▶ EXERCISE OBJECTIVE: Set down all of the entries precisely as they were written.

———

"""A titled table, told once for terminal, sheet and workbook."""

from __future__ import annotations

from dataclasses import dataclass
from textwrap import wrap

from edgetally.output.numbers import number_text


@dataclass(frozen=True, slots=True)
class Figure:
    """A number in a cell: in full for a workbook, as text for print; None where it cannot be given."""

    value: float | None
    text: str

    @classmethod
    def of(cls, value: float | None, digits: int = 6) -> Figure:
        """Write a value to so many significant digits."""
        return cls(value, "–" if value is None else number_text(value, digits))


Cell = str | Figure


@dataclass(frozen=True, slots=True)
class Block:
    """A table: title, heads of the columns (none where the cells explain themselves), rows, and notes below it.

    In a text cell that begins with a symbol, `_` starts the subscript, as in `output.symbols`.
    """

    title: str
    columns: tuple[str, ...]
    rows: tuple[tuple[Cell, ...], ...]
    notes: tuple[str, ...] = ()
    symbols_first: bool = False
    """Whether the first column holds symbols."""


def block_lines(block: Block) -> list[str]:
    """Return a block as lines for the terminal: texts to the left, numbers with their points under each other."""
    rows = [*([block.columns] if block.columns else []), *block.rows]
    count = max((len(row) for row in rows), default=0)
    lines = [block.title]
    columns = [_aligned([row[k] if k < len(row) else "" for row in rows], bool(block.columns)) for k in range(count)]
    lines += ["  " + "  ".join(cells).rstrip() for cells in zip(*columns, strict=True)]
    notes = [wrap(note, 98, initial_indent="  ", subsequent_indent="  ") for note in block.notes]
    return [*lines, *(line for note in notes for line in note)]


def _aligned(cells: list[Cell], headed: bool) -> list[str]:
    texts = [cell if isinstance(cell, str) else cell.text for cell in cells]
    numbers = [isinstance(cell, Figure) for cell in cells]
    before = max((len(whole_part(t)) for t, n in zip(texts, numbers, strict=True) if n), default=0)
    texts = [t.rjust(before + len(t) - len(whole_part(t))) if n else t for t, n in zip(texts, numbers, strict=True)]
    width = max(map(len, texts))
    head = texts[0].rjust(width) if headed and any(numbers) else texts[0].ljust(width)
    return [head, *(t.ljust(width) for t in texts[1:])]


def whole_part(number: str) -> str:
    """The part of a number before its decimal point or exponent."""
    for k, c in enumerate(number):
        if c in ".e":
            return number[:k]
    return number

———

▶ TASK RESULT:
"""A titled table, told once for terminal, sheet and workbook."""

from __future__ import annotations

from dataclasses import dataclass
from textwrap import wrap

from edgetally.output.numbers import number_text


@dataclass(frozen=True, slots=True)
class Figure:
    """A number in a cell: in full for a workbook, as text for print; None where it cannot be given."""

    value: float | None
    text: str

    @classmethod
    def of(cls, value: float | None, digits: int = 6) -> Figure:
        """Write a value to so many significant digits."""
        return cls(value, "–" if value is None else number_text(value, digits))


Cell = str | Figure


@dataclass(frozen=True, slots=True)
class Block:
    """A table: title, heads of the columns (none where the cells explain themselves), rows, and notes below it.

    In a text cell that begins with a symbol, `_` starts the subscript, as in `output.symbols`.
    """

    title: str
    columns: tuple[str, ...]
    rows: tuple[tuple[Cell, ...], ...]
    notes: tuple[str, ...] = ()
    symbols_first: bool = False
    """Whether the first column holds symbols."""


def block_lines(block: Block) -> list[str]:
    """Return a block as lines for the terminal: texts to the left, numbers with their points under each other."""
    rows = [*([block.columns] if block.columns else []), *block.rows]
    count = max((len(row) for row in rows), default=0)
    lines = [block.title]
    columns = [_aligned([row[k] if k < len(row) else "" for row in rows], bool(block.columns)) for k in range(count)]
    lines += ["  " + "  ".join(cells).rstrip() for cells in zip(*columns, strict=True)]
    notes = [wrap(note, 98, initial_indent="  ", subsequent_indent="  ") for note in block.notes]
    return [*lines, *(line for note in notes for line in note)]


def _aligned(cells: list[Cell], headed: bool) -> list[str]:
    texts = [cell if isinstance(cell, str) else cell.text for cell in cells]
    numbers = [isinstance(cell, Figure) for cell in cells]
    before = max((len(whole_part(t)) for t, n in zip(texts, numbers, strict=True) if n), default=0)
    texts = [t.rjust(before + len(t) - len(whole_part(t))) if n else t for t, n in zip(texts, numbers, strict=True)]
    width = max(map(len, texts))
    head = texts[0].rjust(width) if headed and any(numbers) else texts[0].ljust(width)
    return [head, *(t.ljust(width) for t in texts[1:])]


def whole_part(number: str) -> str:
    """The part of a number before its decimal point or exponent."""
    for k, c in enumerate(number):
        if c in ".e":
            return number[:k]
    return number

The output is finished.